James Brown launches Museum by Frances Samuel
Posted by James Brown on 24th Feb 2022
On Wednesday 23 Feb, against all odds, we celebrated a fantastic new poetry collection by Frances Samuel: Museum. Frankie was even able to persuade James Brown to give a speech. Here he is:
Kia ora tātou
A few weeks ago Frances and I were part of an email correspondence about an Island Bay writers panel. We both live in Island Bay – Frances actually lives just up the road from me. And a friend jokingly said to me, You should be on the panel, aren’t you the best poet in Island Bay? Well, when Frances’s manuscript turned up in my letterbox, I realised not only was I not the best poet in Island Bay, I wasn’t even the best poet in my street.
Frances worked for ages – over a decade – at Te Papa – in fact we sat next to each other, before the museum was divided into two museums and I went into Living Cultures (which was a sort of organic farm) and Frances went into the Future. (Maybe the reason the museum was divided was simply to stop Frances and me talking to each other.)
Frances’s Te Papa experience informs many of the poems in Museum. A lot are, as the blurb astutely points out, thought experiments. Certainly, when Frances moved into the Museum For the Future, I was no longer disturbed by the sound of her unfeasibly large brain whirring and clanking and churning out excellent label text. For a sample of this, I recommend the hilarious penultimate poem in the book – ‘Folding Tables’ – which is made up of lines from exhibition labels. Anyway … some of the poems in Museum are about museums as a concept, but most focus on weird and wonderful objects – what they might represent and how that might connect with the speaker. At times, the speaker themselves becomes like an exhibit – a worker trapped in a museum staring at an object framed in a case. And one way out is the story – in this instance, the poetry – that can be created around the object. So, in Museum, poetry is both an escape and refuge, as well as its own existential nightmare.
The Museum For the Future was concerned with the areas of Natural Environment and Art. Perhaps Frances writing labels about objects from the natural world and artworks encouraged the kind of daring jumps between reality and fantasy, and also in perspective, that occur throughout Museum. In one poem the perspective might be that of someone so big they can be seen from space, in the next, that of someone taking a walk inside the veins of their body.

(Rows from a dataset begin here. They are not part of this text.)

class Quantities(TypedDict):
    """Quantities by key; the dictionary is GET /v1/quantities. A quantity that does not apply to the stage or was not asked for is absent; per-bank ones are arrays in the order of the banks."""

    output_mean_v: NotRequired[float]  # [V] Mean output voltage at the capacitor node.
    output_ripple_pp_v: NotRequired[float]  # [V] Peak-to-peak output voltage at the capacitor node, without series inductance.
    output_ripple_with_esl_pp_v: NotRequired[float]  # [V] Peak-to-peak output voltage including the edge step of the capacitors' series inductance.
    input_ripple_pp_v: NotRequired[float]  # [V] Peak-to-peak voltage at the input capacitors.
    inductor_mean_a: NotRequired[float]  # [A] Mean inductor current of one phase.
    inductor_ripple_pp_a: NotRequired[float]  # [A] Peak-to-peak inductor current of one phase.
    inductor_peak_a: NotRequired[float]  # [A] Greatest inductor current of one phase.
    inductor_valley_a: NotRequired[float]  # [A] Least (most negative) inductor current of one phase.
    inductor_rms_a: NotRequired[float]  # [A] RMS inductor current of one phase.
    high_side_mean_a: NotRequired[float]  # [A] Mean high-side current of one phase.
    high_side_rms_a: NotRequired[float]  # [A] RMS high-side current of one phase.
    rectifier_mean_a: NotRequired[float]  # [A] Mean rectifier current of one phase.
    rectifier_rms_a: NotRequired[float]  # [A] RMS rectifier current of one phase.
    output_capacitor_rms_a: NotRequired[List[float]]  # RMS current of each output capacitor bank.
    input_capacitor_rms_a: NotRequired[float]  # [A] RMS alternating current of all input capacitors together.
    input_capacitor_bank_rms_a: NotRequired[List[float]]  # RMS current of each input capacitor bank.
    circuit_input_mean_a: NotRequired[float]  # [A] Mean current that the switched circuit draws from the bridge voltage.
    duty_ratio: NotRequired[float]  # [1] Fraction of the period in which the switch node is driven high, without dead time.
    dead_time_duty_ratio: NotRequired[float]  # [1] Correction of the duty ratio by dead time.
    energy_balance_ratio: NotRequired[float]  # [1] Residual of input, output and circuit losses, normalised.
    inductance_effective_h: NotRequired[float]  # [H] Inductance of one phase over the actual current swing.
    output_capacitance_effective_f: NotRequired[List[float]]  # Capacitance of each output bank at bias, temperature and age.
    input_capacitance_effective_f: NotRequired[List[float]]  # Capacitance of each input bank at bias, temperature and age.
    bridge_v: NotRequired[float]  # [V] Voltage at the input capacitors, which the switches block.
    on_time_s: NotRequired[float]  # [s] Time for which the high side is commanded on, dead-time correction included.
    off_time_s: NotRequired[float]  # [s] Rest of the period.
    boundary_load_a: NotRequired[float]  # [A] Load current below which conduction becomes discontinuous, or the valley negative.
    load_v: NotRequired[float]  # [V] Mean voltage at the load, after the output path.
    output_error_ratio: NotRequired[float]  # [1] Deviation of the load voltage from the voltage asked for.
    input_mean_a: NotRequired[float]  # [A] Mean current from the source, all losses included.
    input_power_w: NotRequired[float]  # [W] Power from the source.
    output_power_w: NotRequired[float]  # [W] Power in the load.
    loss_total_w: NotRequired[float]  # [W] Sum of every loss item.
    efficiency_ratio: NotRequired[float]  # [1] Output over input power.
    high_side_loss_w: NotRequired[float]  # [W] Loss in one phase's high-side switch.
    low_side_loss_w: NotRequired[float]  # [W] Loss in one phase's low-side switch.
    diode_loss_w: NotRequired[float]  # [W] Loss in one phase's rectifier diode.
    inductor_loss_w: NotRequired[float]  # [W] Loss in one phase's inductor.
    core_loss_w: NotRequired[float]  # [W] Core loss of one phase's inductor.
    core_power_density_w_per_m3: NotRequired[float]  # [W/m3] Core loss per volume.
    flux_swing_pp_t: NotRequired[float]  # [T] Peak-to-peak flux density in the core.
    output_capacitor_loss_w: NotRequired[List[float]]  # Loss of each output bank.
    input_capacitor_loss_w: NotRequired[List[float]]  # Loss of each input bank.
    controller_loss_w: NotRequired[float]  # [W] Loss in the controller: quiescent, gate drive, auxiliary.
    board_loss_w: NotRequired[float]  # [W] Loss in copper paths.
    high_side_junction_degc: NotRequired[float]  # [Cel] High-side junction temperature.
    low_side_junction_degc: NotRequired[float]  # [Cel] Low-side junction temperature.
    diode_junction_degc: NotRequired[float]  # [Cel] Diode junction temperature.
    inductor_winding_degc: NotRequired[float]  # [Cel] Winding and core temperature.
    controller_junction_degc: NotRequired[float]  # [Cel] Controller junction temperature.
    output_capacitor_degc: NotRequired[List[float]]  # Core temperature of each output bank's pieces.
    input_capacitor_degc: NotRequired[List[float]]  # Core temperature of each input bank's pieces.
    output_capacitor_life_s: NotRequired[List[float]]  # Expected life of each output bank, where every one has a known life; part_temperatures tells each that is known.
    input_capacitor_life_s: NotRequired[List[float]]  # Expected life of each input bank, where every one has a known life; part_temperatures tells each that is known.
    thermal_feedback_ratio: NotRequired[float]  # [1] Spectral radius of thermal resistance times power sensitivity; 1 is runaway.
    crossover_hz: NotRequired[float]  # [Hz] Highest frequency at which the loop gain falls through 1.
    phase_margin_deg: NotRequired[float]  # [deg] Least phase margin over all crossovers.
    gain_margin_db: NotRequired[float]  # [dB] Least gain margin over all phase crossings; 60 stands for 60 dB or more, no phase crossing included; not positive for an unstable loop.
    modulus_margin_ratio: NotRequired[float]  # [1] Least distance of the loop gain to −1; negative for an unstable loop.
    load_step_deviation_v: NotRequired[float]  # [V] Greatest deviation after the load step.
    load_step_recovery_s: NotRequired[float]  # [s] Time until the output stays in its band after the load step.
    load_step_inductor_peak_a: NotRequired[float]  # [A] Greatest inductor current after the load step.


class NearestOperable(TypedDict):
    """The nearest condition under which the stage would work; only what was found is given."""

    input_v: NotRequired[float]  # [V] Input voltage at which the stage works, all else equal.
    load_current_a: NotRequired[float]  # [A] Load current at which it works.
    output_v: NotRequired[float]  # [V] Mean output voltage that it reaches.
    duty_ratio: NotRequired[float]  # [1] Duty ratio it would need.
    ambient_degc: NotRequired[float]  # [Cel] Ambient at which it works.
    detail: str


class Runaway(TypedDict):
    """Where thermal runaway begins."""

    part: 'PartRole'
    ambient_degc: NotRequired[float]  # [Cel] Ambient at which it begins, all else equal.
    load_current_a: NotRequired[float]  # [A] Load at which it begins, all else equal.
    input_v: NotRequired[float]  # [V]
    thermal_feedback_ratio: NotRequired[float]  # [1] Spectral radius of thermal resistance times power sensitivity where it begins.
    detail: str


class PartTemperature(TypedDict):
    part: 'PartRole'
    temperature_degc: float  # [Cel]
    rating_degc: NotRequired[float]  # [Cel] Absent if unknown.
    margin_k: NotRequired[float]  # [K] Rating minus temperature.
    life_s: NotRequired[float]  # [s] Expected life of a capacitor at its temperature. Absent if unknown.


class LossItem(TypedDict):
    """One mechanism in one part; nothing is counted twice."""

    part: 'PartRole'
    mechanism: Literal['conduction', 'overlap', 'output_charge', 'recovery', 'dead_time', 'gate_drive', 'leakage', 'junction_charge', 'winding_dc', 'winding_ac', 'core', 'series_resistance', 'quiescent', 'auxiliary', 'input_path', 'output_path', 'switch_node_path', 'source']
    power_w: float  # [W] In the part of one phase.
    count: int  # Phases that have it.
    low_w: float  # [W] Lower end of the model band.
    high_w: float  # [W] Upper end.


class Waveforms(TypedDict):
    """Columnar; six significant digits, more where a curve swings by little, so that its swing has four. Where a curve jumps, the same instant stands twice: the value before and after."""

    time_s: List[float]  # Instants within the period, corners included.
    inductor_a: List[List[float]]  # Current of each phase.
    switch_node_v: List[List[float]]  # Voltage of each phase.
    output_v: List[float]  # At the capacitor node.
    input_a: List[float]  # Summed high-side current.
    input_v: NotRequired[List[float]]  # At the input capacitors.
    output_capacitor_a: List[List[float]]  # Current of each output bank.
    input_capacitor_a: List[List[float]]  # Current of each input bank.


class SteadyStateAnswer(TypedDict):
    """Exact periodic steady state. stage and point can be posted on."""

    engine: 'Engine'
    result_id: str  # res_ and the SHA-256 of operation, engine and canonical request (RFC 8785).
    status: Literal['ok', 'over-temperature', 'drop-out', 'too-short-on-time', 'no-operating-point', 'runaway', 'not-converged']  # How the evaluation ended.
    stage: 'Stage'
    point: 'Point'
    conduction_mode: NotRequired[Literal['continuous', 'boundary', 'discontinuous']]  # Conduction mode; boundary where the rectifier blocks reverse current and the valley is within 0.1 % of the current swing, or the rest within 0.1 % of the period, of the border.
    quantities: NotRequired['Quantities']
    part_temperatures: NotRequired[List['PartTemperature']]
    nearest_operable: NotRequired['NearestOperable']
    runaway: NotRequired['Runaway']
    detail: NotRequired[str]  # In words, where the status is not ok.
    waveforms: NotRequired['Waveforms']
    assumptions: List['Assumption']
    cautions: List['Caution']
    warnings: List['Warning']
    notice: str  # What these results are and are not.


class LossesItem(TypedDict):
    """One operating point."""

    status: Literal['ok', 'over-temperature', 'drop-out', 'too-short-on-time', 'no-operating-point', 'runaway', 'not-converged']  # How the evaluation ended.
    point: 'Point'
    conduction_mode: NotRequired[Literal['continuous', 'boundary', 'discontinuous']]  # Conduction mode; boundary where the rectifier blocks reverse current and the valley is within 0.1 % of the current swing, or the rest within 0.1 % of the period, of the border.
    quantities: NotRequired['Quantities']
    part_temperatures: List['PartTemperature']
    nearest_operable: NotRequired['NearestOperable']
    runaway: NotRequired['Runaway']
    detail: NotRequired[str]  # In words, where the status is not ok.
    losses: List['LossItem']


class LossesGrid(TypedDict):
    """Answer to a grid."""

    input_v: List[float]  # Axis, slowest.
    load_current_a: List[float]  # Axis.
    ambient_degc: List[float]  # Axis, fastest.
    rows: Dict[str, Any]  # Columnar: one row per cell that has figures.
    failures: List[Dict[str, Any]]  # Cells without figures.


class QuantityColumns(TypedDict):
    """One array per quantity asked for, an entry per row; for per-bank quantities one such array per bank."""

    output_mean_v: NotRequired[List[float]]
    output_ripple_pp_v: NotRequired[List[float]]
    output_ripple_with_esl_pp_v: NotRequired[List[float]]
    input_ripple_pp_v: NotRequired[List[float]]
    inductor_mean_a: NotRequired[List[float]]
    inductor_ripple_pp_a: NotRequired[List[float]]
    inductor_peak_a: NotRequired[List[float]]
    inductor_valley_a: NotRequired[List[float]]
    inductor_rms_a: NotRequired[List[float]]
    high_side_mean_a: NotRequired[List[float]]
    high_side_rms_a: NotRequired[List[float]]
    rectifier_mean_a: NotRequired[List[float]]
    rectifier_rms_a: NotRequired[List[float]]
    output_capacitor_rms_a: NotRequired[List[List[float]]]
    input_capacitor_rms_a: NotRequired[List[float]]
    input_capacitor_bank_rms_a: NotRequired[List[List[float]]]
    circuit_input_mean_a: NotRequired[List[float]]
    duty_ratio: NotRequired[List[float]]
    dead_time_duty_ratio: NotRequired[List[float]]
    energy_balance_ratio: NotRequired[List[float]]
    inductance_effective_h: NotRequired[List[float]]
    output_capacitance_effective_f: NotRequired[List[List[float]]]
    input_capacitance_effective_f: NotRequired[List[List[float]]]
    bridge_v: NotRequired[List[float]]
    on_time_s: NotRequired[List[float]]
    off_time_s: NotRequired[List[float]]
    boundary_load_a: NotRequired[List[float]]
    load_v: NotRequired[List[float]]
    output_error_ratio: NotRequired[List[float]]
    input_mean_a: NotRequired[List[float]]
    input_power_w: NotRequired[List[float]]
    output_power_w: NotRequired[List[float]]
    loss_total_w: NotRequired[List[float]]
    efficiency_ratio: NotRequired[List[float]]
    high_side_loss_w: NotRequired[List[float]]
    low_side_loss_w: NotRequired[List[float]]
    diode_loss_w: NotRequired[List[float]]
    inductor_loss_w: NotRequired[List[float]]
    core_loss_w: NotRequired[List[float]]
    core_power_density_w_per_m3: NotRequired[List[float]]
    flux_swing_pp_t: NotRequired[List[float]]
    output_capacitor_loss_w: NotRequired[List[List[float]]]
    input_capacitor_loss_w: NotRequired[List[List[float]]]
    controller_loss_w: NotRequired[List[float]]
    board_loss_w: NotRequired[List[float]]
    high_side_junction_degc: NotRequired[List[float]]
    low_side_junction_degc: NotRequired[List[float]]
    diode_junction_degc: NotRequired[List[float]]
    inductor_winding_degc: NotRequired[List[float]]
    controller_junction_degc: NotRequired[List[float]]
    output_capacitor_degc: NotRequired[List[List[float]]]
    input_capacitor_degc: NotRequired[List[List[float]]]
    output_capacitor_life_s: NotRequired[List[List[float]]]
    input_capacitor_life_s: NotRequired[List[List[float]]]
    thermal_feedback_ratio: NotRequired[List[float]]
    crossover_hz: NotRequired[List[float]]
    phase_margin_deg: NotRequired[List[float]]
    gain_margin_db: NotRequired[List[float]]
    modulus_margin_ratio: NotRequired[List[float]]
    load_step_deviation_v: NotRequired[List[float]]
    load_step_recovery_s: NotRequired[List[float]]
    load_step_inductor_peak_a: NotRequired[List[float]]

Such moves make me wonder if Frances is perhaps a metaphysical poet. The metaphysicals, as we all know, were a 17th century school of poets who used physical things and elaborate conceits to reach for subjects beyond the physical world – ideas and emotions, say, and particularly god. But lumping Frances in with John Donne, Andrew Marvel and George Herbert seems a conceit too far, so perhaps we can label her a post-metaphysical. She has, after all, taken the movement to a new place, replacing god with art and science and thoroughly dismissing patriarchal posturing. Indulge me.
It should come as no surprise then, that such moves lead as much to uncertainty and anxiety as to insight and equilibrium. It seems to me that the overarching theme of Museum is in fact wellbeing. For example, sleep deprivation recurs, as it did in Frances’s first book Sleeping on Horseback. Museum, however, takes tiredness to a new level when, in one poem, the protagonist manages to fall asleep on their bicycle. And you don’t have to pull the unravelling thread of fatigue very hard to find … children – children who seem to have discovered the art of existing without sleep at all. They have much to teach us. So family life, and how it intersects with work life, is another of the book’s big concerns … and that naturally leads us back to wellbeing.
But for all
its gravity, Museum is not a heavy read. This is not the poetry of
exhaustion, it’s the poetry of replenishment. Museum is amazingly
affirming. It’s also simply an amazing book: it finds wonder everywhere,
particularly in language and its ability, in Frances’s shaky yet sure hands, to
transform and uplift. It’s clever, it’s questioning, but above all, it’s entertaining
and fun. Frances has a fantastic eye for the absurd. There’s a thesis to be
written about the absurd in this book. And on that random note, I thoroughly commend
Museum to you as a pleasurable panacea for our times.